Hierarchy theory (Allen and Starr 1982, O'Neill et al. 1986) is relevant for exploration of the landscape processes. The hierarchy concept is consistent with the structural (patches) and functional (ecotopes) components of a landscape (Fig. 1.2).
Heterogeneity, which is an intrinsic feature of every landscape, can be modeled with the percolation theory of fluids. Such a theory appears useful to evaluate the degree of connectivity of the landscape mosaic as perceived by a species (Gardner et al. 1987). Theoretical landscape ecologists have been interested in this approach for at least the last two decades (e.g. Pearson and Gardner 1997). The combination of neutral models with fractal geometry and Geographic Information Systems has started to clarify the complex responses of organisms and systems to landscape heterogeneity (Milne 1997).
Meta-population theory (Levins 1970) and source-sink models (Pulliam 1988, 1996) seem to be promising frameworks from which to explore, respectively, the effects of habitat fragmentation and differentiated availability of resources. These two paradigms have a common basis in the irregular distribution of habitats and resources. In particular, meta-population theory considers the distribution of populations across fragmented and isolated habitats. The colonization/extinction rate is considered a central mechanism to maintain meta-population health. Gene flow between connected subpopulations reduces the risk of inbreeding and genetic erosion (Hanski and Gilpin 1997, Hanski 1999). Empirical and experimental evidence has quickly consolidated this theory that finds a patterned landscape as the context in which it can be adequately developed (Wiens 1997).

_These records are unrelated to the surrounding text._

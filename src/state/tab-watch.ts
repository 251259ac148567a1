/**
 * A second tab on the same participant: tabs of this browser tell each other over a BroadcastChannel which
 * participant (recording + decomposition hashes) they have open and since when. The tab that opened it
 * first owns the review; a later one is told which tab that is, and the owner is told another tab opened
 * it too. When the owner closes or moves to another participant, the next tab in line takes over.
 * Each tab's changes are saved as their own snapshot (autosave.ts), so neither overwrites the other.
 */
import type { StoreApi } from 'zustand/vanilla';
import { reviewKey } from './services.ts';
import type { WorkbenchState } from './types.ts';
import type { TabClash } from './persistence.ts';

type Message =
  | { t: 'hello'; key: string; id: string; since: number; label: string }
  | { t: 'owner'; key: string; id: string; since: number; label: string; to: string }
  | { t: 'bye'; key: string; id: string };

export interface TabWatchOptions {
  readonly channel?: { postMessage(m: unknown): void; close(): void; onmessage: ((ev: MessageEvent) => void) | null } | null;
  readonly onClash: (clash: TabClash | null) => void;
  /** Told when this tab became the owner because the owner went away. */
  readonly onTakeOver?: () => void;
}

const CHANNEL = 'winnow-review-tabs';

/** How the reviewer can recognise a tab: when it opened the participant, and a short id. */
export const tabLabel = (id: string, since: number) =>
  `the tab that opened it at ${new Date(since).toLocaleTimeString()} (tab ${id.slice(0, 4)})`;

export function startTabWatch(store: StoreApi<WorkbenchState>, options: TabWatchOptions): { stop(): void; label(): string | null } {
  const channel = options.channel !== undefined ? options.channel : typeof BroadcastChannel !== 'undefined' ? new BroadcastChannel(CHANNEL) : null;
  const id = Math.random().toString(36).slice(2, 10);
  let key: string | null = null;
  let since = 0;
  /** The earlier tab that owns this participant, when not this one. */
  let owner: { id: string; since: number; label: string } | null = null;
  const others = new Map<string, number>();
  const me = () => tabLabel(id, since);
  const post = (m: Message) => channel?.postMessage(m);
  const earlier = (aSince: number, aId: string, bSince: number, bId: string) => aSince < bSince || (aSince === bSince && aId < bId);

  function leave() {
    if (key !== null) post({ t: 'bye', key, id });
    key = null;
    owner = null;
    others.clear();
    options.onClash(null);
  }

  function enter(next: string) {
    leave();
    key = next;
    since = Date.now();
    post({ t: 'hello', key, id, since, label: me() });
  }

  if (channel) {
    channel.onmessage = (ev: MessageEvent) => {
      const m = ev.data as Message;
      if (!m || typeof m !== 'object' || m.id === id || key === null || m.key !== key) return;
      if (m.t === 'hello' || m.t === 'owner') {
        if (m.t === 'owner' && m.to !== id) return;
        others.set(m.id, m.since);
        if (earlier(m.since, m.id, since, id)) {
          if (!owner || earlier(m.since, m.id, owner.since, owner.id)) {
            owner = { id: m.id, since: m.since, label: m.label };
            options.onClash({ thisTabOwns: false, ownerLabel: m.label });
          }
        } else if (owner === null) {
          // This tab opened it first: it owns the review; tell the newcomer, and tell the reviewer here.
          if (m.t === 'hello') post({ t: 'owner', key, id, since, label: me(), to: m.id });
          options.onClash({ thisTabOwns: true, ownerLabel: me() });
        }
      } else if (m.t === 'bye') {
        others.delete(m.id);
        if (owner?.id === m.id) {
          owner = null;
          // Any other tab still open and earlier than this one becomes the owner; else this tab.
          const first = [...others.entries()].filter(([oid, s]) => earlier(s, oid, since, id)).sort((a, b) => a[1] - b[1])[0];
          if (first) {
            owner = { id: first[0], since: first[1], label: tabLabel(first[0], first[1]) };
            options.onClash({ thisTabOwns: false, ownerLabel: owner.label });
          } else {
            options.onClash(others.size > 0 ? { thisTabOwns: true, ownerLabel: me() } : null);
            options.onTakeOver?.();
          }
        } else if (others.size === 0 && owner === null) {
          options.onClash(null);
        }
      }
    };
  }

  const check = (s: WorkbenchState) => {
    const next = s.recordingSha256 !== null && s.decompositionSha256 !== null && s.evidence !== null ? reviewKey(s.recordingSha256, s.decompositionSha256) : null;
    if (next === key) return;
    if (next === null) leave();
    else enter(next);
  };
  const unsubscribe = store.subscribe(check);
  check(store.getState());
  return {
    stop() {
      unsubscribe();
      leave();
      channel?.close();
    },
    label: () => (key === null ? null : me()),
  };
}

Source-sink models analyze population survival in terms of the balance between reproduction and death within a seasonal cycle. Such models are strictly related to habitat quality and, consequently, to the patterned landscape (Pulliam 1988,
Fig. 1.2 Some relevant theories and models incorporated in the disciplinary body of landscape ecology
1996). Recently, such models have been extended conceptually to estimate the quality of the environment and nonreproductive traits of species, like migration and over-wintering (Farina, unpublished).
To link ecosystems and habitats, the ecotone paradigm seems a very promising approach. Ecotones have received a lot of attention in recent decades, and their importance for energy distribution and the movement/distribution of organisms across a mosaic has been emphasized (Farina 1995). Ecotones are emergent characteristics of mosaic heterogeneity, and exist across spatial and temporal scales. They are species-specific and represent the position in the space-time context in which a particular organism perceives changes in environmental properties.
The ecotone paradigm can describe processes as well as environmental constraints on organisms. The capacity to extend such a paradigm throughout landscape ecology emphasizes the importance of linking ecosystems to functional landscapes. Ecotones represent the border between suitable and unsuitable habitat, delimiting in addition the safe area from the unsafe area. This paradigm is useful for describing pathways between different systems, as well as the degree of hostility of a patch in a habitat matrix (Wiens et al. 1985). Ecotone principles can explain part of the environmental complexity that is realized when different ecosystems are connected, and, consequently, it seems right to measure the ascendency properties of these systems (Ulanowicz 1997). At the same time, the ecotone paradigm can be used to evaluate the complexity of animal movements and their reluctance in crossing different environmental mosaics. Behavioral ecology (Wiens 1999) and cognitive ecology (Real 1993) could contribute to this paradigm.